Source data

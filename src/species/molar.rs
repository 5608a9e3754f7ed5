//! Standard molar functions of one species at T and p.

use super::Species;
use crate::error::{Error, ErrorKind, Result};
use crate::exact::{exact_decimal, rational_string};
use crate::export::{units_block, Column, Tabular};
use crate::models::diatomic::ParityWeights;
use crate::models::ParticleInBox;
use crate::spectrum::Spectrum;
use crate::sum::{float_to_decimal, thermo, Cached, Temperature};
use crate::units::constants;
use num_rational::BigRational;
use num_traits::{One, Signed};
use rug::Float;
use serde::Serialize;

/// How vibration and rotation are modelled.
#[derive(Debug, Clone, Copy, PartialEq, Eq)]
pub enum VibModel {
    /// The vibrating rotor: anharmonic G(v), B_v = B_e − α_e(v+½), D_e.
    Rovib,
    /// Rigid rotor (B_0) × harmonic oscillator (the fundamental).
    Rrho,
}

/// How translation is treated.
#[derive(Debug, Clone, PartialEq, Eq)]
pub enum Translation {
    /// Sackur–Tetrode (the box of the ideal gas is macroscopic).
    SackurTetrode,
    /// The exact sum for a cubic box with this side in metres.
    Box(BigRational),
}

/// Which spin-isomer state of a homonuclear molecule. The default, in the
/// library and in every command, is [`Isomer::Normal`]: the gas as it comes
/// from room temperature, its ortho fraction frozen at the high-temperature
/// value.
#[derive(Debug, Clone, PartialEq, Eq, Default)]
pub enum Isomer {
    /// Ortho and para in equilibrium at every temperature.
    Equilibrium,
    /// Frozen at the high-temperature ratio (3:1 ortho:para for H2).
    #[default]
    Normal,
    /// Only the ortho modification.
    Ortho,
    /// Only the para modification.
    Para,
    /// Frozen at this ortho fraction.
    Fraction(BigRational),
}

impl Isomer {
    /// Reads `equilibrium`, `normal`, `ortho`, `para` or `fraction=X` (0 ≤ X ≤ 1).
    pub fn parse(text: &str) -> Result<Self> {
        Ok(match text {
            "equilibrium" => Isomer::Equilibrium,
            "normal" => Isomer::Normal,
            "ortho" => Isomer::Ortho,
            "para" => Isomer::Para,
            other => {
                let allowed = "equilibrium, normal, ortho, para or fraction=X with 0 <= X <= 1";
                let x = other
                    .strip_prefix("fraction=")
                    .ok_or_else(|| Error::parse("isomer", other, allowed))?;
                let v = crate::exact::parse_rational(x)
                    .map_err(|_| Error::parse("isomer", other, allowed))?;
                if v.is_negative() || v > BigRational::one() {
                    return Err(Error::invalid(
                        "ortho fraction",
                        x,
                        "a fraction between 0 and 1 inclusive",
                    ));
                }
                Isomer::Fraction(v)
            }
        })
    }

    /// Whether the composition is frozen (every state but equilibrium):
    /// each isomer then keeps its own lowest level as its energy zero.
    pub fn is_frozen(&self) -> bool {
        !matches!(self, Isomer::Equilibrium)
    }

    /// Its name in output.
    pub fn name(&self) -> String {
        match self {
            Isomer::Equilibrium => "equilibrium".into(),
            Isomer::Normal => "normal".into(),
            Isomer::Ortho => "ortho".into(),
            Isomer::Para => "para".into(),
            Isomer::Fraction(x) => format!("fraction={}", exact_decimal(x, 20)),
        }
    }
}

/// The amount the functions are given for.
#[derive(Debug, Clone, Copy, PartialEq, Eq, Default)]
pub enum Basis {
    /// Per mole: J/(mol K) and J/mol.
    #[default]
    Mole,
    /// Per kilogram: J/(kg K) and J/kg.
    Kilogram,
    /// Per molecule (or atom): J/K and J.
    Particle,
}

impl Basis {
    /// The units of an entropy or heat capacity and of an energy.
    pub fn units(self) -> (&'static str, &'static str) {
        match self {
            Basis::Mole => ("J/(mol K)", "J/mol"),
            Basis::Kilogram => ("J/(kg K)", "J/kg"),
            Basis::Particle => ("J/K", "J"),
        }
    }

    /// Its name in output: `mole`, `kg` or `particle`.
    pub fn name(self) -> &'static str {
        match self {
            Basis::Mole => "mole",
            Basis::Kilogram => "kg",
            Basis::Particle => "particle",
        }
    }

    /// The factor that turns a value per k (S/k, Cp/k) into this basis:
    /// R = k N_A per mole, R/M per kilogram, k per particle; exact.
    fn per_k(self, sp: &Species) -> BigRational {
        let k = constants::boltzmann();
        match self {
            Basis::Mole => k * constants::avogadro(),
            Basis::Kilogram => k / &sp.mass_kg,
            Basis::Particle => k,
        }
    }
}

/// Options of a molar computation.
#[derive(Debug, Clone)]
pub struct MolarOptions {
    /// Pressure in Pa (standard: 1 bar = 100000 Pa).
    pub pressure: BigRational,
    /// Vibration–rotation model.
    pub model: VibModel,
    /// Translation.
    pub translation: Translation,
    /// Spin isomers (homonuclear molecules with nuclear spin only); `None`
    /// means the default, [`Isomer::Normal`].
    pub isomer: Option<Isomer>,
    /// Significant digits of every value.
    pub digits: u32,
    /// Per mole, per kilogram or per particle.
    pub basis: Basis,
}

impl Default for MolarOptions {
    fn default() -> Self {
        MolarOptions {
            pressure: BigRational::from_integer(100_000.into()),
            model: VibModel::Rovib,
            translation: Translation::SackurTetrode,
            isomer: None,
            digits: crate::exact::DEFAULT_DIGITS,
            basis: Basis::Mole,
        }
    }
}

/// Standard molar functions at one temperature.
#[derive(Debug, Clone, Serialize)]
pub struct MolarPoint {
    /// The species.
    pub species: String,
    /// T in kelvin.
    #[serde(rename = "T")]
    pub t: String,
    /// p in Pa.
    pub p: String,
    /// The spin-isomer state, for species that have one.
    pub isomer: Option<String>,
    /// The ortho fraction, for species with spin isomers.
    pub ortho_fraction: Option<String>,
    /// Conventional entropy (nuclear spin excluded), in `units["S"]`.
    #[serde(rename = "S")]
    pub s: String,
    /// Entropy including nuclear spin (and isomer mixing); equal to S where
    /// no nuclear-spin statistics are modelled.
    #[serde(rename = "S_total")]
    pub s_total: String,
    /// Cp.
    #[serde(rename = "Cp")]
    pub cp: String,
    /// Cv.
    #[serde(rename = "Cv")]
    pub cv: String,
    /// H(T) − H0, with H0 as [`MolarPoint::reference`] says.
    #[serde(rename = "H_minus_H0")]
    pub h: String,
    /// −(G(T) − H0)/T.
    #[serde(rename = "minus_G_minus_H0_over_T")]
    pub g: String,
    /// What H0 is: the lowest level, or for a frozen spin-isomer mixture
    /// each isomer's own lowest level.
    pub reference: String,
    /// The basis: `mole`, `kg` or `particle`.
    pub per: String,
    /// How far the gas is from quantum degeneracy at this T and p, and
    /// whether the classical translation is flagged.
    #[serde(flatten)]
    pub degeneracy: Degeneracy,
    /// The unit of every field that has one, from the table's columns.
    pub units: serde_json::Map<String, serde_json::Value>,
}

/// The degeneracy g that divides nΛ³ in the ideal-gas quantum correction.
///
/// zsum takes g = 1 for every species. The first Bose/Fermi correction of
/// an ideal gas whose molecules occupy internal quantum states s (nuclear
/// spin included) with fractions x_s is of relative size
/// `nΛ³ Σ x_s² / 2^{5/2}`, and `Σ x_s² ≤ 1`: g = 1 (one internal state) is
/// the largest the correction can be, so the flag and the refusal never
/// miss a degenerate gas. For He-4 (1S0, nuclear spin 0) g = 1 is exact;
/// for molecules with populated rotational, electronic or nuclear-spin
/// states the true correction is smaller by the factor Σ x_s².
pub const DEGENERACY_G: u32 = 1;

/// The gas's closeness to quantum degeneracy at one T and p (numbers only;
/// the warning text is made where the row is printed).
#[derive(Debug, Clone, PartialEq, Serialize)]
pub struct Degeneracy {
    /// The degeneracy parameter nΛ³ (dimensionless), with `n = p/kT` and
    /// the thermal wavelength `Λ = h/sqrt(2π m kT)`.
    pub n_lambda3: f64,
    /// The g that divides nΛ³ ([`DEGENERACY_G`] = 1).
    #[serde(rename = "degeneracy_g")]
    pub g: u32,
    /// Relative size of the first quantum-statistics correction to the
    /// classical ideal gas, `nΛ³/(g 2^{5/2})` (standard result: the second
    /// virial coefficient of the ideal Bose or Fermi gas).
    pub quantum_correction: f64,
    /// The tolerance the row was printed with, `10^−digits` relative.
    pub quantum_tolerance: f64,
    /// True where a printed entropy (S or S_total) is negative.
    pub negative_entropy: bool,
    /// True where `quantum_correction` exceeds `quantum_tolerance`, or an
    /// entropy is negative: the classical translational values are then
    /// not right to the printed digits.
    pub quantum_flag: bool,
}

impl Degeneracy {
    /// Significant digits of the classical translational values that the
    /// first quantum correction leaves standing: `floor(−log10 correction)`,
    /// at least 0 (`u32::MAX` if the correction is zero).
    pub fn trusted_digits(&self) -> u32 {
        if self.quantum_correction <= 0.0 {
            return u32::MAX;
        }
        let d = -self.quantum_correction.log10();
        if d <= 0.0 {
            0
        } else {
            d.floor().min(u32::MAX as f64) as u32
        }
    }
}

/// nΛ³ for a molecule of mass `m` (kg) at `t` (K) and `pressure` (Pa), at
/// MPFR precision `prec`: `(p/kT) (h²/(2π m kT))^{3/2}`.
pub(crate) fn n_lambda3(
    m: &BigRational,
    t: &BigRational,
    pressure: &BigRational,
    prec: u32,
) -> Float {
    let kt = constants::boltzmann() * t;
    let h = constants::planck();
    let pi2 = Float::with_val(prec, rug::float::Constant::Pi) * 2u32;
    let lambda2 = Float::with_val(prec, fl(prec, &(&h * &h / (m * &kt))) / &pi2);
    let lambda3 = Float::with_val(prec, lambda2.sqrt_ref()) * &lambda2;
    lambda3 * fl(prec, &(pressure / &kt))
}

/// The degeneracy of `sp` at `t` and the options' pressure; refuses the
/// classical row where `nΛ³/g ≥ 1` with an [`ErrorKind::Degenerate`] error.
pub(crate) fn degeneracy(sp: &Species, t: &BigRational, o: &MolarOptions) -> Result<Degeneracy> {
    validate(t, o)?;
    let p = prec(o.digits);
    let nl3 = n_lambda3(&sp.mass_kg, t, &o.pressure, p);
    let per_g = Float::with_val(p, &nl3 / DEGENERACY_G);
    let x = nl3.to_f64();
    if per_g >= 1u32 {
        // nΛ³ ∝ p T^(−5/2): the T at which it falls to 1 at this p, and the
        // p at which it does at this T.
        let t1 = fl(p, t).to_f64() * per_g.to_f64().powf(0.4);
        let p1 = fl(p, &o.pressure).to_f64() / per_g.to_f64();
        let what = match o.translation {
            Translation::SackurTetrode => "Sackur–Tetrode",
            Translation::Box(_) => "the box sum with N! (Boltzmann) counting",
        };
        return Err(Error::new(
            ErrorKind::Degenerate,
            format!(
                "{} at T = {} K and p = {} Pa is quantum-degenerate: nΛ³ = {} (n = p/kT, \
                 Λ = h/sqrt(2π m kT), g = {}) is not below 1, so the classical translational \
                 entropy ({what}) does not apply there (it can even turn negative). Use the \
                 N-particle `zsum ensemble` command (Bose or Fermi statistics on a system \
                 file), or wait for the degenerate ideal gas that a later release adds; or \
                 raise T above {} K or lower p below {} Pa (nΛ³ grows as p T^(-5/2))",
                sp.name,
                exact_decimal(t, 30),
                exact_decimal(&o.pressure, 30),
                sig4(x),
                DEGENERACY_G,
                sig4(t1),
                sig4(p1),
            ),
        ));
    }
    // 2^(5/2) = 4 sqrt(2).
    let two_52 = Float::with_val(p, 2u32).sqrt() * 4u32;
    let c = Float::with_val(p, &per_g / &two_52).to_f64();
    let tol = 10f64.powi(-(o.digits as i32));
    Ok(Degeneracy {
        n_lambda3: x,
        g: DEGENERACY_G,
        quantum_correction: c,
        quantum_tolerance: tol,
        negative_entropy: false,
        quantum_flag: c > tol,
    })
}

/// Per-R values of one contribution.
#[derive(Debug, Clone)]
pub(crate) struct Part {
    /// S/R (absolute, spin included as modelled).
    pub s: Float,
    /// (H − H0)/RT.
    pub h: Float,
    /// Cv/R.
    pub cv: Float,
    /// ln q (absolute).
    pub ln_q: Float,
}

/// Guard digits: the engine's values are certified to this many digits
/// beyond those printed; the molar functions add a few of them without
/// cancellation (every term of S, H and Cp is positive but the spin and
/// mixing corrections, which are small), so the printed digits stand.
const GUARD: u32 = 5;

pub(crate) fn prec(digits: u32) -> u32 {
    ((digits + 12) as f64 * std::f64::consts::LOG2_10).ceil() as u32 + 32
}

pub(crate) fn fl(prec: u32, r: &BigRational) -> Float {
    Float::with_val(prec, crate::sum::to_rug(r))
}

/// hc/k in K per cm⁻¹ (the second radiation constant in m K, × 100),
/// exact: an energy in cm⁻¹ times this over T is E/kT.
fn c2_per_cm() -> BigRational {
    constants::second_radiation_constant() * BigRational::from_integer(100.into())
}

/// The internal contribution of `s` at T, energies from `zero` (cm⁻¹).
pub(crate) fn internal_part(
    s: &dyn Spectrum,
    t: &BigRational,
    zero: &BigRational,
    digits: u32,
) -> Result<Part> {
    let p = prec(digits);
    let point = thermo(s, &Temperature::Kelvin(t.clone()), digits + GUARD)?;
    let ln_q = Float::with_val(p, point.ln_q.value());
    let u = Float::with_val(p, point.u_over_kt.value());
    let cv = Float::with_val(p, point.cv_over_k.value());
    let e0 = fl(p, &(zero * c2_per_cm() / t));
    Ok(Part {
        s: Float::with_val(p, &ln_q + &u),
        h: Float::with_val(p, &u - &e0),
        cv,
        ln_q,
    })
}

- **TASK TO CARRY OUT**:
In the entries above, which lines hold the string "models"? Report all of them.

- **RESULT OF THIS TASK**:
use crate::models::diatomic::ParityWeights;
use crate::models::ParticleInBox;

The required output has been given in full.